Task instructions: Each line of the data that includes "ball" must be copied.

Dataset records:

↓

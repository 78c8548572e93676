"""Small plans shared by the study tests: fixed properties and given h, so the engine's exact solver runs."""

from __future__ import annotations

from pathlib import Path

import pytest

from procplan.files.library import Library
from procplan.files.rules import rule_from_dict
from procplan.files.tomlfile import read_toml
from procplan.geometry import Geometry
from procplan.model import Checks, FixedProperties, Plan, Product, Step

ROOT = Path(__file__).resolve().parents[2]


def lumped_sphere_plan(h_W_m2K: float = 20.0, *, margin_percent: float = 0.0) -> Plan:
    """A 20 mm sphere with a very large k (Bi ≈ 1e-5: a lumped body) cooled from 80 °C in air at 20 °C."""
    prod = Product(
        "ball", Geometry("sphere", diameter_m=0.02), fixed_properties=FixedProperties(1.0e4, 8500.0, 400.0)
    )
    return Plan(
        "ball",
        prod,
        80.0,
        (Step("cool", 3600.0, 30.0, medium_C=20.0, h_W_m2K=h_W_m2K),),
        checks=Checks(margin_percent=margin_percent),
    )


def cylinder_plan(rule: str | None = None) -> Plan:
    """A 60 mm cylinder of water-like constant properties chilled from 70 °C in air at 0 °C, h = 25 W/m²K."""
    prod = Product(
        "cyl", Geometry("cylinder", diameter_m=0.06), fixed_properties=FixedProperties(0.5, 1050.0, 3600.0)
    )
    return Plan(
        "cyl",
        prod,
        70.0,
        (Step("chill", 6 * 3600.0, 5.0, medium_C=0.0, h_W_m2K=25.0),),
        checks=Checks(cooling_rule=rule),
    )


@pytest.fixture(scope="session")
def rules_library() -> Library:
    """A library holding only the demo rule files (no machines: nothing slow to load)."""
    lib = Library(root=ROOT / "product_library")
    for f in sorted((ROOT / "product_library" / "rules").glob("*.toml")):
        data = read_toml(f)
        data.setdefault("name", f.stem)
        lib.rules[f.stem] = rule_from_dict(data, str(f))
    return lib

↑

Result below:
        "ball", Geometry("sphere", diameter_m=0.02), fixed_properties=FixedProperties(1.0e4, 8500.0, 400.0)
        "ball",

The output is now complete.